BERNSTEIN, C.J., and STRUCKMEYER, JENNINGS and LOCKWOOD, JJ., concur.

NOTES

[1] Rule 346 provides: "If upon a motion to quash an indictment or information or any count thereof, or if after verdict or finding of guilty but before sentence, any question of law arises which in the opinion of the trial court is so important and doubtful as to require the decision of the supreme court, the trial court may, if the defendant consents, certify the case to the supreme court so far as necessary to present the question of law arising therein, and thereupon all proceedings in the action shall be stayed to await the decision of the supreme court."

[2] For a description of the various types of polygraphs and their mechanical operation see Inbau and Reid, Lie Detection and Criminal Interrogation, 3-8 (2d ed. 1953); Trovillo, Scientific Proof Of Credibility, 22 Tenn-L.Rev. 743, 748-49 (1953).

[3] Kleinfeld, The Detection of Deception — A. Resume, 8 Fed.B.J. 153, 157 (1947).

[4] 293 F. at 1014. Interestingly, after Frye was convicted and sentenced to life imprisonment the real murderer confessed to the crime. See Wicker, The Polygraphic Truth Test And The Law Of Evidence, 22 Tenn.L.Rev. 711, 715 (1953).

[5] In People v. Kenny, 167 Misc. 51, 3 N.Y.S.2d 348 (1938) the Queens County Court, over objection by the prosecution, permitted an expert to testify as to the results of a pathometer (psychogalvanometer) test administered to the defendant. The Kenny case remains the only reported decision wherein lie-detector evidence was admitted absent a stipulation to effect. And the force of even that decision has been eroded if not obliterated by the decision of the New York Court of Appeals in the same year in People v. Forte, 279 N.Y. 204, 18 N.E.2d 31, 119 A.L.R. 1198 (1938). In Forte the highest New York court affirmed a murder conviction and the trial judge's exclusion of proffered lie-detector test results without mentioning the Kenny holding. It has been argued that the two case are distinguishable, see Note, 29 Cornell L.Q. 535 (1944), but, absent a stipulation, Forte is probably controlling on the admissibility issue in New York today. See People v. Ford, 304 N.Y. 679, 682, 107 N.E.2d 595, 597 (1952).

[6] In Carter the California Supreme Court ruled that the trial court erred in not striking all of the testimony of a witness who stated that he had been willing to take a lie-detector test but that "`* * * some other people wouldn't take [such a test] * * *'." The reviewing court held that "* * * the implication survived that defendant had refused to take a lie detector test and that his refusal furbished some evidence of guilty knowledge." 48 Cal.2d at 752, 312 P.2d at 674.

[7] The case is annotated at 23 A.L.R. 2d 1292 (1952). The quote was taken from the predecessor (second edition) of Inbau and Reid, Lie Detection and Criminal Interrogation, (3rd ed. 1953) at 65-66. See also Richardson. Modern Scientific Evidence, § 10.2 (1961) at 285-86.

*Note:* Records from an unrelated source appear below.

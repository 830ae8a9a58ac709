import { expect, test, type Page } from 'playwright/test';
import { complaintsOf, DARK, expectAccessible, goTo, keepPicture, LARGE, showIn, SMALL } from './page-checks.ts';
import { Program } from './program.ts';

const STATIONS = ['Cohort', 'Groups', 'Curve', 'Table', 'Sheet', 'Release'];

let program: Program;

test.beforeEach(async () => {
  program = await Program.inNewHome();
});

test.afterEach(async () => {
  await program.end();
});

/** What the checker finds depends on the colours, not on the size of the window: it looks once in each scheme. */
async function lookAt(page: Page, name: string): Promise<void> {
  for (const look of [SMALL, LARGE, DARK]) {
    await showIn(page, look);
    await page.waitForTimeout(250);
    if (look !== LARGE) await expectAccessible(page);
    await keepPicture(page, name.toLowerCase(), look);
  }
}

test('every station in the least window, a usual one and a dark one', async ({ page }) => {
  test.setTimeout(240_000);
  const complaints = complaintsOf(page);
  await page.goto(await program.start());
  await expect(page.getByRole('heading', { name: 'Normloom' })).toBeVisible();
  await lookAt(page, 'Start');
  await page.getByRole('button', { name: 'Open the sample cohort' }).click();
  for (const station of STATIONS) {
    await goTo(page, station);
    if (station === 'Table') await page.getByRole('button', { name: /^percentile rank .*, raw score 24$/ }).click();
    if (station === 'Sheet') await expect(page.getByText(/^page 1 of \d+$/)).toBeVisible({ timeout: 30_000 });
    await lookAt(page, station);
  }
  expect(complaints).toEqual([]);
});
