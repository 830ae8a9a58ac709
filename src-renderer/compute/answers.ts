import { changeLines } from '../../shared-core/norms/change-list.ts';
import { comparedProjects } from '../../shared-core/norms/compared-projects.ts';
import { printRanges } from '../../shared-core/norms/group-norms.ts';
import { smoothGroup } from '../../shared-core/norms/group-smoothing.ts';
import { normGroups, type NormGroup } from '../../shared-core/norms/norm-groups.ts';
import type { NormProject } from '../../shared-core/norms/norm-project.ts';
import type { PrintRange } from '../../shared-core/norms/print-range.ts';
import { smoothingOf } from '../../shared-core/norms/smoothing-choice.ts';
import { readForeignRanks } from '../../shared-core/norms/why-differ-column.ts';
import { explanationInWords, findingInWords } from '../../shared-core/norms/why-differ-words.ts';
import { whyDiffer } from '../../shared-core/norms/why-differ.ts';
import { bootstrapRanks, type BootstrapProgress, type BootstrapResult } from '../../shared-core/precision/bootstrap.ts';
import { countedRank } from '../../shared-core/precision/counted-rank.ts';
import { samplingDesign } from '../../shared-core/precision/sampling-design.ts';
import { printScore } from '../../shared-core/scores/printed-number.ts';
import { summarise } from '../../shared-core/tally/cohort-summary.ts';
import type { ComparedForPage, DifferAnswer } from './compute-message.ts';

/** The group of a key; throws when the project has none such, which is a programmer's mistake. */
function groupOf(project: NormProject, key: string): NormGroup {
  const group = normGroups(project).find((candidate) => candidate.key === key);
  if (group === undefined) throw new RangeError(`no group ${key}`);
  return group;
}

export function rangesOf(project: NormProject, key: string): readonly PrintRange[] {
  const { table } = groupOf(project, key);
  const smoothing = smoothGroup(table, smoothingOf(project, key), project.curve.definition);
  return printRanges(project, table, smoothing.state === 'smoothed' ? smoothing.curve : null);
}

export function differOf(project: NormProject, key: string, text: string): DifferAnswer {
  const { table } = groupOf(project, key);
  const { scale } = table;
  const { column, problems } = readForeignRanks(text, scale);
  if (column === null || column.rows.length === 0) return { problems, finding: null, explanations: [], rows: [] };
  const found = whyDiffer(table, column);
  const words = { direction: scale.direction, decimals: column.decimals } as const;
  return {
    problems,
    finding: findingInWords(found, words.direction, words.decimals),
    explanations:
      found.kind === 'reproduced'
        ? found.explanations.slice(1).map((other) => explanationInWords(other, words.direction, words.decimals))
        : [],
    rows:
      found.kind === 'nearest'
        ? found.disagreeing.map(({ score, theirs, expected }) => ({
            scoreText: printScore(scale, score),
            theirs,
            ours: expected ?? '–',
          }))
        : [],
  };
}

export function comparisonOf(before: NormProject, after: NormProject): ComparedForPage {
  const compared = comparedProjects(before, after);
  if (!compared.ok) return compared;
  const { comparison } = compared;
  return { ok: true, comparison, lines: changeLines(comparison) };
}

/** The samples of a group, step by step; refuses at once where the definition counts nobody. */
export function* bootstrapOf(
  project: NormProject,
  key: string,
): Generator<BootstrapProgress, BootstrapResult, undefined> {
  const { table } = groupOf(project, key);
  const counted = countedRank(project.curve.definition);
  if (counted === null) {
    return {
      ok: false,
      problem: 'Samples are drawn for ranks that count people: define the rank as midpoint, at or below, or below.',
    };
  }
  const { bootstrap, level } = project.precision;
  const { effectiveN } = samplingDesign(table, counted, summarise(table).effectiveN);
  const plan = { ...bootstrap, level, counted, choice: smoothingOf(project, key) };
  return yield* bootstrapRanks(table, effectiveN, plan);
}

[8] Inbau and Reid, supra note 7 at 129.

[9] Inbau and Reid, supra note 7 at 132-135; Reid, The Lie Detector In Court, 4 De Paul L.Rev. 31, 42 (1954); Kleinfeld, The Detection Of Deception — A Resume, 8 Fed.B J. 153, 164 (1947). Contra, Highleyman, The Deceptive Certainty Of The Lie Detector, 10 Hastings L.J. 47, 62 (1958) (inaccuracy of the technique and ineffectiveness of limiting instructions); Silving, Testing Of The Unconscious In Criminal Cases, 69 Harv. L.Rev. 683 (1956) (due process).

[10] These statistics are taken from Dean Wicker's discussion of Inbau's experiments regarding accuracy of the polygraph. See 22 Tenn.L.Rev. at 713.